Equally impressive is how Norman pitches Livia. It would have be easy for her to present Livia as the naysayer, the eye-rolling skeptic who is so clearly in the right. Instead, Livia has moments of doubts, moments where even she feels tempted by the information Scott is spouting. Why wouldn’t she be? He’s her love, and her partner, and the father of her children. Surely it can’t all be wrong if he believes it. While we’re never afraid she’ll follow him down those pathways, these moments are full of tension, and brilliantly handled by Norman.

‘He mea tautoko nā ngā mema atawhai. Supported by our generous members.’
Liam Rātana
— Ātea editor

There are moments, especially towards the end, where the narrative seems drawn to being dramatically compelling rather than authentic to the real world, or even the logic that Norman has set up.

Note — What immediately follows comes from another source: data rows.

"""Curves of the page, rounded and small, each with the sentence that says what it shows."""

from __future__ import annotations

import math
from collections.abc import Mapping, Sequence
from datetime import datetime
from typing import Any

import numpy as np

from daq import openings
from daq.estimate.shown import HIDDEN_ORDER
from dashboard.bands import BAND_FROM_PAIR, INNER, OUTER, first_band_pair, whole_night
from dashboard.residual import is_blinded, unit
from dashboard.words import fixed, spelt

Feed = Mapping[str, Any]
Column = Sequence[float | None]
_PLATE_POINTS = 61
_FULL = 1000


def night(feed: Feed) -> dict[str, Any]:
    """Return kappa by pair with both bands, the forecast to the planned end, and how far the axis reaches.

    Values are in the printed unit of kappa, times in hours since the start. `interval` and `whole` are the
    half widths of the two bands, which lie evenly about the dot.
    """
    kappa, history = feed["kappa"], feed["history"]
    scale, name = unit(kappa)
    end = _planned_hours(feed)
    if is_blinded(feed):
        return {"unit": name, "end": end, "empty": "κ is hidden while the run is blinded."}
    if not history["kappa"]:
        return {"unit": name, "end": end, "empty": "The first dot appears when the first pair is complete."}
    if kappa["value"] is None:
        return {"unit": name, "end": end, "empty": "κ cannot be worked out from what is counted so far."}
    reach = _reach(history, kappa["goal_se"] or 0)
    return {
        "unit": name,
        "end": end,
        "hours": _rounded(history["hours"], 1, history["hours"][-1]),
        "kappa": _rounded(history["kappa"], scale, reach),
        "interval": _rounded(_half(history, "interval_high"), scale, reach),
        "whole": _rounded(_from_sixth(_half(history, "whole_high"), kappa["pairs"]), scale, reach),
        "forecast": _forecast(feed, scale, end),
        "reach": round(reach / scale, 3),
        "inner": INNER,
        "outer": OUTER,
        "caption": _night_caption(feed),
        "alt": _night_alt(feed, scale, name),
    }


def pattern(feed: Feed, chosen: int) -> dict[str, Any]:
    """Return the measured pattern of one opening, its prediction from the others, and what is left over.

    The prediction is rate - sign * epsilon, the leftover sign * epsilon, both with the error of epsilon.
    """
    slits, masks = feed["slits"], feed["openings"]
    opening = openings.name(chosen)
    sign = openings.sign(opening, slits)
    hidden = is_blinded(feed)
    said = {"mask": chosen, "name": opening, "added": sign > 0, "positions": feed["positions_mm"]}
    if _is_hidden(feed, chosen):
        return said | {"empty": f"The pattern of {opening} is hidden while the run is blinded."}
    rates = feed["rates_hz"][masks.index(chosen)]
    if all(rate is None for rate in rates):
        return said | {"empty": f"{opening} has not been counted yet."}
    scale, word = _rate_unit(rates)
    said |= {"unit": word, "measured": _scaled(rates, scale)}
    if hidden or all(value is None for value in feed["epsilon_hz"]):
        return said | {"alt": _peak_says(opening, feed["positions_mm"], rates)}
    return said | _leftover(feed, opening, rates, scale)


def plates(feed: Feed) -> dict[str, list[int | None]]:
    """Return the small patterns of all openings, by bit mask: thousandths of the greatest amplitude.

    Heights are the square root of the rate, so that one slit is still seen beside all of them.
    """
    hidden = {mask for mask in feed["openings"] if _is_hidden(feed, mask)}
    rows = [
        row if mask not in hidden else []
        for mask, row in zip(feed["openings"], feed["rates_hz"], strict=True)
    ]
    top = max((np.nanmax(np.asarray(row, dtype=float), initial=0) for row in rows), default=0) or 1
    return {str(mask): _silhouette(row, top) for mask, row in zip(feed["openings"], rows, strict=True)}


def _is_hidden(feed: Feed, mask: int) -> bool:
    """Return whether the pattern of an opening would give kappa away."""
    return is_blinded(feed) and mask.bit_count() >= HIDDEN_ORDER


def strip(feed: Feed) -> dict[str, Any]:
    """Return the count rate by column of time: least, mean and most, so that every dip is kept."""
    rate = feed["rate"]
    if not rate["hours"]:
        return {"empty": "The first column appears after the first stand."}
    scale, word = _strip_unit(feed)
    span = max(rate["high"]) - min(rate["low"])
    return {
        "unit": word,
        "hours": _rounded(rate["hours"], 1, rate["hours"][-1]),
        **{key: _rounded(rate[key], scale, span) for key in ("low", "mean", "high")},
        "tinted": _tinted(feed),
        "caption": "Line: mean. Band: least and most of each stretch of time, so that no dip is lost.",
        "alt": _strip_alt(rate, scale, word),
    }


def _scaled(values: Column, scale: float, digits: int = 4) -> list[float | None]:
    return [None if v is None else float(f"{v / scale:.{digits}g}") for v in values]


def _rounded(values: Column, scale: float, span: float) -> list[float | None]:
    """Return values in a unit, rounded to a thousandth of what the curve spans, or finer."""
    decimals = max(0, 3 - math.floor(math.log10(span / scale))) if span > 0 else 3
    rounded = np.round(np.asarray(values, dtype=float) / scale, decimals)
    return [None if value != value else value for value in rounded.tolist()]  # NaN is not itself


def _half(history: Mapping[str, Column], high: str) -> list[float | None]:
    ends = zip(history[high], history["kappa"], strict=True)
    return [None if end is None or dot is None else end - dot for end, dot in ends]


def _planned_hours(feed: Feed) -> float | None:
    if feed["ended"]:
        return None
    span = datetime.fromisoformat(feed["ends_utc"]) - datetime.fromisoformat(feed["started_utc"])
    return round(span.total_seconds() / 3600, 3)


def _forecast(feed: Feed, scale: float, end: float | None) -> dict[str, Any] | None:
    """Return the half width of the inner bar at the planned end, and the one the goal asks for."""
    kappa = feed["kappa"]
    if feed["ended"] or end is None or not kappa["forecast_se"] or whole_night(kappa) is None:
        return None
    from scipy.special import stdtrit

    wide = float(stdtrit(max(1, kappa["planned_pairs"] - 1), 0.975))
    goal = kappa["goal_se"]
    return {
        "half": round(wide * kappa["forecast_se"] / scale, 3),
        "goal": round(wide * goal / scale, 3) if goal else None,
        "pairs": kappa["pairs"],
        "planned": kappa["planned_pairs"],
    }


def _from_sixth(half: Column, pairs: int) -> Column:
    """Leave out what lies before pair 6; a history that was thinned is too long to have a band there."""
    early = BAND_FROM_PAIR - 1 if len(half) == pairs else 0
    return [*(None for _ in half[:early]), *half[early:]]


def _reach(history: Mapping[str, Column], goal: float) -> float:
    """Return how far the axis goes: all dots, and three quarters of the outer band, wide as it starts."""
    dots = [abs(v) for v in history["kappa"] if v is not None]
    bands = [abs(v) for key in ("whole_low", "whole_high") for v in history[key] if v is not None]
    wide = sorted(bands)[(3 * len(bands)) // 4] if bands else 0.0
    return 1.1 * max(*dots, wide, 3 * goal)


def _night_caption(feed: Feed) -> str:
    kappa = feed["kappa"]
    start = first_band_pair(kappa["planned_pairs"])
    dots = "Each dot holds all pairs up to then."
    if whole_night(kappa) is None:
        return f"{dots} The bands start at pair {start}." if start else dots
    rest = "" if feed["ended"] else " Dotted: what the rest of the run will do to the dark band."
    return f"{dots} Dark: {INNER}. Pale: {OUTER}.{rest}"


def _night_alt(feed: Feed, scale: float, name: str) -> str:
    kappa = feed["kappa"]
    dot = f"κ after {spelt(kappa['pairs'], 'pair')}: {fixed(kappa['value'] / scale, 1, plus=True)} {name}."
    ends = whole_night(kappa)
    if ends is None:
        return f"{dot} No band yet."
    low, high = (fixed(v / scale, 1, plus=True) for v in ends)
    return f"{dot} The whole-night band reaches from {low} to {high}."


def _rate_unit(values: Column) -> tuple[float, str]:
    top = max((abs(v) for v in values if v is not None), default=0)
    return (1e3, "thousand counts per second") if top >= 2000 else (1.0, "counts per second")


def _leftover(feed: Feed, opening: str, rates: Column, scale: float) -> dict[str, Any]:
    sign = openings.sign(opening, feed["slits"])
    epsilon = [None if e is None else sign * e for e in feed["epsilon_hz"]]
    predicted = [None if r is None or e is None else r - e for r, e in zip(rates, epsilon, strict=True)]
    said = _leftover_says(feed, epsilon)
    small, word = _rate_unit(epsilon)
    others = spelt(len(feed["openings"]) - 1, "opening").split()[0]
    peak = _peak_says(opening, feed["positions_mm"], rates)
    return {
        "predicted": _scaled(predicted, scale),
        "leftover_unit": word,
        "leftover": _scaled(epsilon, small, 3),
        "leftover_se": _scaled(feed["epsilon_se_hz"], small, 3),
        "caption": f"Line: {opening} as measured. Broad grey line: predicted from the other {others}. "
        f"Below, what is left over, with one standard error on either side. {said}",
        "alt": f"{peak} Against the prediction from the other {others}: {said}",
    }


def _leftover_says(feed: Feed, epsilon: Column) -> str:
    if feed["slits"] == 2:
        return "With two slits it is the interference itself."
    rows = zip(feed["positions_mm"], epsilon, feed["epsilon_se_hz"], strict=True)
    pulls = [(abs(e) / s, x) for x, e, s in rows if e is not None and s]
    if not pulls:
        return "No error bar is known yet."
    inside = sum(pull <= 1 for pull, _ in pulls)
    worst, place = max(pulls)
    return (
        f"At {inside} of {len(pulls)} positions it is zero within that error (two in three by chance), "
        f"the farthest {fixed(worst, 1)} standard errors off, at {fixed(place, 2, plus=True)} mm."
    )


def _peak_says(opening: str, positions: Sequence[float], rates: Column) -> str:
    scale, word = _rate_unit(rates)
    top, place = max((r, x) for r, x in zip(rates, positions, strict=True) if r is not None)
    where = f"{fixed(place, 2, plus=True)} mm"
    return f"Pattern of {opening}: highest at {where} with {fixed(top / scale, 1)} {word}."


def _silhouette(row: Column, top: float) -> list[int | None]:
    rates = np.asarray(row, dtype=float)
    step = max(1, math.ceil(rates.size / _PLATE_POINTS))
    most = np.fmax.reduceat(rates, np.arange(0, rates.size, step)) if rates.size else rates
    heights = _FULL * np.sqrt(np.maximum(most, 0) / top)
    return [None if height != height else round(height) for height in heights.tolist()]


def _strip_unit(feed: Feed) -> tuple[float, str]:
    """Return the unit of the strip; blinded, a relative one: the total would give the hidden opening back."""
    if not is_blinded(feed):
        return _rate_unit(feed["rate"]["high"])
    return float(np.mean(feed["rate"]["mean"])) / 100, "percent of the mean so far"


def _tinted(feed: Feed) -> list[float]:
    start = datetime.fromisoformat(feed["started_utc"])
    since = (datetime.fromisoformat(warning["since_utc"]) - start for warning in feed["warnings"])
    return [max(0.0, round(span.total_seconds() / 3600, 3)) for span in since]


def _strip_alt(rate: Mapping[str, Column], scale: float, word: str) -> str:
    last = next(v for v in reversed(rate["mean"]) if v is not None)
    least = min(v for v in rate["low"] if v is not None)
    most = max(v for v in rate["high"] if v is not None)
    return (
        f"Count rate, {word}: now {fixed(last / scale, 1)}, least {fixed(least / scale, 1)}, "
        f"most {fixed(most / scale, 1)} since the start."
    )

One twist in particular strains belief, if only because the rest of the novel has been relatively down-to-earth and within the realm of real-life logic. Losing a loved one to misinformation is horrifying – and gripping – enough, that we don’t need the stakes artificially heightened.

Norman also walks a very difficult line in depicting the lies that Scott ends up deeply investing in. Some of them read like parodies of these videos – “Why would we be pushing a dangerous substance into the arms of our children, if it isn’t even necessary? Who stands to gain? Give you one guess.” – but that could be my own biases talking. Sometimes the most authentic thing is the most ridiculous thing.

I closed Home Truths thinking of Louise Wallace’s Ash, one of the best novels of the year, and an equally harrowing response to Covid, at least in part. Whereas Ash is more esoteric, more rooted in the world of metaphor and allegory, Home Truths is up front. Covid-19 is a looming spectre in the novel – the reader does not necessarily need to be eagle-eyed to clock what might happen in the interim when we flash back from 2022 to 2019 and trudge slowly forward. It’s not a comfortable read, although Norman never goes full-on nihilistic, but it is an important one that I can imagine, sadly, being too close to too many people’s real life home truths.